FWBL sold to UAE entity for $14.6m
Cabinet clears first privatisation under IGCT Act; signing to take place today

Pakistan's federal cabinet on Thursday approved the sale of its 100% stakes in a state-owned small commercial bank for $14.6 million (Rs4.1 billion) to a United Arab Emirates government-nominated entity under a negotiated deal.
Besides selling the entity for $14.6 million, the government has also allowed the new buyer to meet the total minimum capital requirement of Rs10 billion for the bank over a period of five years. The bank's equity as of December last year was Rs3.2 billion, and the buyer will inject Rs6.8 billion more to meet the minimum requirement.
Headed by Prime Minister Shehbaz Sharif, the federal cabinet approved the sale of its entire 82.64% shareholding in the First Women Bank Limited (FWBL) to a UAE government-nominated entity, International Holding Company (IHC), according to government officials.
The Privatisation Commission did not officially comment on the development, but a senior official said it was a "small ticket item but an important development due to the market position of the buyer." The Prime Minister's Office also did not disclose the details of the deal, keeping it under wraps.
Officials said the UAE entity had valued the bank at Rs5 billion ($17.7 million). At this value, the government will receive $14.6 million (Rs4.1 billion) for its 82.64% stake. Despite being a small transaction, the deal holds significance as it marks the first sale under Prime Minister Shehbaz Sharif's government.

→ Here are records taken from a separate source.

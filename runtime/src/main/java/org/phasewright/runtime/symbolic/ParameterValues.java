package org.phasewright.runtime.symbolic;

import java.util.ArrayDeque;
import java.util.ArrayList;
import java.util.Deque;
import java.util.List;

import org.phasewright.runtime.model.DynamicalModel;
import org.phasewright.runtime.model.Parameter;
import org.phasewright.runtime.model.Variable;
import org.phasewright.runtime.model.VariableKind;

/** Numerical values of a model's parameters, which may be defined in terms of each other. */
public final class ParameterValues {
    private ParameterValues() {
    }

    /**
     * Evaluates every parameter after the parameters it refers to (depth-first order).
     *
     * @throws ModelEvaluationException on a cyclic definition (the message names the cycle), a reference to a
     *         state, derived quantity or time, or a value that is not finite
     */
    public static double[] resolve(DynamicalModel model) {
        List<Parameter> parameters = model.parameters();
        int n = parameters.size();
        double[] values = new double[n];
        int[] mark = new int[n]; // 0 unvisited, 1 on the current path, 2 done
        for (int i = 0; i < n; i++) {
            visit(i, parameters, values, mark, new ArrayDeque<>());
        }
        return values;
    }

    private static void visit(int i, List<Parameter> parameters, double[] values, int[] mark, Deque<Integer> path) {
        if (mark[i] == 2) {
            return;
        }
        Parameter parameter = parameters.get(i);
        if (mark[i] == 1) {
            List<String> cycle = new ArrayList<>();
            boolean inCycle = false;
            for (var it = path.descendingIterator(); it.hasNext();) {
                int k = it.next();
                inCycle |= k == i;
                if (inCycle) {
                    cycle.add(parameters.get(k).name());
                }
            }
            cycle.add(parameter.name());
            throw new ModelEvaluationException("parameters are defined in a cycle: " + String.join(" -> ", cycle));
        }
        mark[i] = 1;
        path.push(i);
        for (Variable v : References.of(parameter.value())) {
            if (v.kind() != VariableKind.PARAMETER) {
                throw new ModelEvaluationException("parameter '" + parameter.name() + "' refers to "
                        + ExprEvaluator.kindWord(v) + " '" + v.name() + "'; a parameter value may only use numbers"
                        + " and other parameters");
            }
            if (v.index() >= parameters.size()) {
                throw new ModelEvaluationException("parameter '" + parameter.name() + "' refers to unknown parameter '"
                        + v.name() + "'");
            }
            visit(v.index(), parameters, values, mark, path);
        }
        path.pop();
        double value = ExprEvaluator.evaluate(parameter.value(), Double.NaN, null, values, null);
        if (!Double.isFinite(value)) {
            throw new ModelEvaluationException("parameter '" + parameter.name() + "' evaluates to " + value);
        }
        values[i] = value;
        mark[i] = 2;
    }
}
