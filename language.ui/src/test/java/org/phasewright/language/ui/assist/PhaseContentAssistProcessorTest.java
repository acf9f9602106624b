package org.phasewright.language.ui.assist;

import static org.junit.jupiter.api.Assertions.assertEquals;
import static org.junit.jupiter.api.Assertions.assertFalse;
import static org.junit.jupiter.api.Assertions.assertTrue;

import java.util.List;

import org.eclipse.jface.text.Document;
import org.eclipse.jface.text.contentassist.ICompletionProposal;
import org.junit.jupiter.api.Test;
import org.phasewright.language.ide.contentassist.Completion;

/** The editor's completion adapter on the editor-neutral service, without OSGi or a display. */
class PhaseContentAssistProcessorTest {
    private static final String MODEL = """
            model m
            time t in s
            param gain = 2 in 1/s
            state x = 1 in m
            state y = 0 in m
            let sum = x + y
            rate x = gain*y
            rate y = -gain*x
            """;

    private static List<String> texts(String text, int caret) {
        return PhaseContentAssistProcessor.completions("m.phase", text, caret).stream().map(Completion::text).toList();
    }

    @Test
    void afterRateOnlyStatesAreOffered() {
        String text = MODEL + "rate ";
        List<String> offered = texts(text, text.length());
        assertTrue(offered.containsAll(List.of("x", "y")), offered::toString);
        assertFalse(offered.contains("gain"), offered::toString);
        assertFalse(offered.contains("sum"), offered::toString);
    }

    @Test
    void inARateLawNamesAndFunctionsAreOffered() {
        String text = MODEL.replace("rate y = -gain*x", "rate y = -gain*x + s");
        int caret = text.indexOf("+ s") + 3;
        List<String> offered = texts(text, caret);
        assertTrue(offered.contains("sum"), offered::toString);
        assertTrue(offered.stream().anyMatch(t -> t.startsWith("sin")), offered::toString);
        assertTrue(offered.stream().allMatch(t -> t.startsWith("s")), "only what matches the typed prefix: " + offered);
    }

    @Test
    void afterInUnitsAreOffered() {
        String text = MODEL + "param drag = 1 in ";
        List<String> offered = texts(text, text.length());
        assertTrue(offered.contains("m"), "units the file already uses: " + offered);
        assertTrue(offered.contains("kg"), "SI units: " + offered);
    }

    @Test
    void aProposalReplacesTheTypedPrefix() throws Exception {
        String text = MODEL + "rate x = ga";
        Completion gain = PhaseContentAssistProcessor.completions("m.phase", text, text.length()).stream()
                .filter(c -> c.text().equals("gain")).findFirst().orElseThrow();
        Document document = new Document(text);
        ICompletionProposal proposal = PhaseContentAssistProcessor.proposal(gain);
        proposal.apply(document);
        assertEquals(MODEL + "rate x = gain", document.get());
    }
}
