package org.phasewright.runtime.symbolic;

import java.util.ArrayList;
import java.util.List;

import org.phasewright.runtime.model.Binary;
import org.phasewright.runtime.model.BinaryOperator;
import org.phasewright.runtime.model.Call;
import org.phasewright.runtime.model.Constant;
import org.phasewright.runtime.model.Sum;
import org.phasewright.runtime.model.Element;
import org.phasewright.runtime.model.IndexValue;
import org.phasewright.runtime.model.Expr;
import org.phasewright.runtime.model.MathFunction;
import org.phasewright.runtime.model.Negation;
import org.phasewright.runtime.model.Variable;

/**
 * Simplifying constructors. Derivatives built through these stay compact: constants fold, x*0, x*1, x+0, x^1,
 * x^0 and double negations vanish, and signs move outwards so that {@code a + (-b)} becomes {@code a - b}.
 * Rules such as {@code 0*x = 0} and {@code x - x = 0} assume finite operands, as computer algebra systems do.
 * A fold whose result would not be finite (e.g. 1/0) is left unevaluated so its meaning is unchanged.
 */
public final class Simplifier {
    private Simplifier() {
    }

    /** Rebuilds {@code e} bottom-up through the simplifying constructors. */
    public static Expr simplify(Expr e) {
        return switch (e) {
            case Constant c -> c;
            case Variable v -> v;
            case Negation n -> negate(simplify(n.operand()));
            case Binary b -> binary(b.operator(), simplify(b.left()), simplify(b.right()));
            case Call c -> {
                List<Expr> args = new ArrayList<>(c.arguments().size());
                c.arguments().forEach(a -> args.add(simplify(a)));
                yield call(c.function(), args);
            }
            case IndexValue i -> i;
            case Element el -> new Element(el.kind(), el.family(), el.range(), el.offset(), simplify(el.index()));
            case Sum s -> new Sum(s.range(), simplify(s.body()));
        };
    }

    public static Expr constant(double value) {
        if (value == 0.0) {
            return Constant.ZERO;
        }
        return value == 1.0 ? Constant.ONE : new Constant(value);
    }

    public static Expr binary(BinaryOperator op, Expr a, Expr b) {
        return switch (op) {
            case ADD -> add(a, b);
            case SUBTRACT -> subtract(a, b);
            case MULTIPLY -> multiply(a, b);
            case DIVIDE -> divide(a, b);
            case POWER -> power(a, b);
        };
    }

    public static Expr add(Expr a, Expr b) {
        if (a instanceof Constant x && b instanceof Constant y && Double.isFinite(x.value() + y.value())) {
            return constant(x.value() + y.value());
        }
        if (isZero(a)) {
            return b;
        }
        if (isZero(b)) {
            return a;
        }
        if (b instanceof Negation n) {
            return subtract(a, n.operand());
        }
        if (b instanceof Constant c && c.value() < 0) {
            return subtract(a, constant(-c.value()));
        }
        if (a instanceof Negation n) {
            return subtract(b, n.operand());
        }
        if (a.equals(b)) { // the product rule on x*x gives x + x
            return multiply(constant(2), a);
        }
        if (a instanceof Constant) { // constants last reads as "x + 1"; IEEE addition commutes exactly
            return new Binary(BinaryOperator.ADD, b, a);
        }
        return new Binary(BinaryOperator.ADD, a, b);
    }

    public static Expr subtract(Expr a, Expr b) {
        if (a instanceof Constant x && b instanceof Constant y && Double.isFinite(x.value() - y.value())) {
            return constant(x.value() - y.value());
        }
        if (isZero(b)) {
            return a;
        }
        if (isZero(a)) {
            return negate(b);
        }
        if (a.equals(b)) {
            return Constant.ZERO;
        }
        if (b instanceof Negation n) {
            return add(a, n.operand());
        }
        if (b instanceof Constant c && c.value() < 0) {
            return add(a, constant(-c.value()));
        }
        if (a instanceof Negation n) {
            return negate(add(n.operand(), b));
        }
        return new Binary(BinaryOperator.SUBTRACT, a, b);
    }

    public static Expr multiply(Expr a, Expr b) {
        if (a instanceof Constant x && b instanceof Constant y && Double.isFinite(x.value() * y.value())) {
            return constant(x.value() * y.value());
        }
        if (isZero(a) || isZero(b)) {
            return Constant.ZERO;
        }
        if (isOne(a)) {
            return b;
        }
        if (isOne(b)) {
            return a;
        }
        if (a instanceof Negation n) {
            return negate(multiply(n.operand(), b));
        }
        if (b instanceof Negation n) {
            return negate(multiply(a, n.operand()));
        }
        if (b instanceof Constant && !(a instanceof Constant)) { // constants first: "2 * x"
            return multiply(b, a);
        }
        if (a instanceof Constant c) {
            if (c.value() < 0) {
                return negate(multiply(constant(-c.value()), b));
            }
            if (b instanceof Binary inner && inner.operator() == BinaryOperator.MULTIPLY
                    && inner.left() instanceof Constant c2 && Double.isFinite(c.value() * c2.value())) {
                return multiply(constant(c.value() * c2.value()), inner.right());
            }
        }
        return new Binary(BinaryOperator.MULTIPLY, a, b);
    }

    public static Expr divide(Expr a, Expr b) {
        if (a instanceof Constant x && b instanceof Constant y && Double.isFinite(x.value() / y.value())) {
            return constant(x.value() / y.value());
        }
        if (isOne(b)) {
            return a;
        }
        if (b instanceof Constant c && c.value() == -1.0) {
            return negate(a);
        }
        if (isZero(a) && !isZero(b)) {
            return Constant.ZERO;
        }
        if (a instanceof Negation n) {
            return negate(divide(n.operand(), b));
        }
        if (b instanceof Negation n) {
            return negate(divide(a, n.operand()));
        }
        return new Binary(BinaryOperator.DIVIDE, a, b);
    }

    public static Expr power(Expr a, Expr b) {
        if (a instanceof Constant x && b instanceof Constant y) {
            double v = Arithmetic.power(x.value(), y.value());
            if (Double.isFinite(v)) {
                return constant(v);
            }
        }
        if (isOne(b)) {
            return a;
        }
        if (isZero(b) || isOne(a)) {
            return Constant.ONE; // Math.pow(x, 0) and Math.pow(1, y) are 1 for every x and y
        }
        return new Binary(BinaryOperator.POWER, a, b);
    }

    public static Expr negate(Expr a) {
        return switch (a) {
            case Constant c -> constant(-c.value());
            case Negation n -> n.operand();
            case Binary b when b.operator() == BinaryOperator.SUBTRACT -> subtract(b.right(), b.left());
            default -> new Negation(a);
        };
    }

    public static Expr call(MathFunction f, List<Expr> args) {
        if (args.stream().allMatch(x -> x instanceof Constant)) {
            double a = ((Constant) args.get(0)).value();
            double b = args.size() > 1 ? ((Constant) args.get(1)).value() : 0.0;
            double v = Arithmetic.apply(f, a, b);
            if (Double.isFinite(v)) {
                return constant(v);
            }
        }
        return new Call(f, args);
    }

    public static Expr call(MathFunction f, Expr... args) {
        return call(f, List.of(args));
    }

    public static boolean isZero(Expr e) {
        return e instanceof Constant c && c.value() == 0.0;
    }

    public static boolean isOne(Expr e) {
        return e instanceof Constant c && c.value() == 1.0;
    }
}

The deal has been approved under a government-to-government (G2G) framework agreement by the Inter-Governmental Commercial Transactions (IGCT) Act, 2022. The law exempts competitive bidding for such sales, though the Privatisation Ordinance of 2001 mandates it for state assets. The sale purchase agreement is expected to be signed today (Friday) in the presence of the prime minister.
The IHC is not a majority-government owned firm and is a private entity but the government has concluded the transaction under the IGCT law that was meant for negotiated deal with the foreign governments. The senior government functionary said that the law only requires the involvement of a foreign government and there is no restriction to strike negotiated deals only with the majority-government owned firms.
Sheikh Tahnoon bin Zayed Al Nahyan chairs the IHC, which holds assets worth around $240 billion across 1,300 subsidiaries in sectors such as asset management, healthcare, real estate, marine, technology, financial services, food, and utilities.
Defending the low price, the government functionary said the Rs4.1 billion valuation was higher than the Rs3.7 billion reference price approved by the Cabinet Committee on Inter-Governmental Commercial Transactions (CCoIGCT) on Tuesday, chaired by Deputy Prime Minister Ishaq Dar. Instead of taking the maximum Rs3.4 billion under the market multiples formula, the financial adviser determined the Rs3 billion value through a weighted average of three different valuation methods.
The Pakistan Democratic Movement (PDM) government had enacted the IGCT law to fast-track sales of state assets to Gulf nations for raising funds and avoiding sovereign default. However, no major transaction has been completed so far. In 2023, the PDM government signed long-term concession agreements with AD Ports of Dubai for managing berths at Karachi Port.
The First Women Bank Limited was established in 1989 to promote financial inclusion for women, though it also performs regular banking operations. As of December 2023, its total assets stood at Rs65.9 billion against liabilities of Rs62.8 billion. It was placed on the privatisation list in 1994 and took 31 years to privatise under this negotiated deal with a singl buyer. The central bank has stopped issuing new commercial banking licences, giving the buyer a unique opportunity to expand FWBL without needing a new licence. The Rs4.1 billion sale price was slightly above the bank's Rs3.2 billion net equity.
The Privatisation Commission has so far failed to sell major loss-making entities such as power distribution companies and Pakistan International Airlines (PIA). Officials, however, hope that PIA could be sold by the end of November, though reports suggest the process may take longer.
The sale of the First Women Bank marks the fifth attempt at its privatisation. FWBL operates 42 branches across 24 cities. Its minor shareholders include Habib Bank Limited (5.78%), MCB Bank (5.78%), and smaller stakes by Allied Bank, National Bank of Pakistan, and United Bank Limited. The new buyer plans to increase branches to 200 in the medium term. The IHC has been allowed to immediately retrench up to 10% of the total workforce, but the remaining employees cannot be laid off for at least a year and a half year, according to the government officials.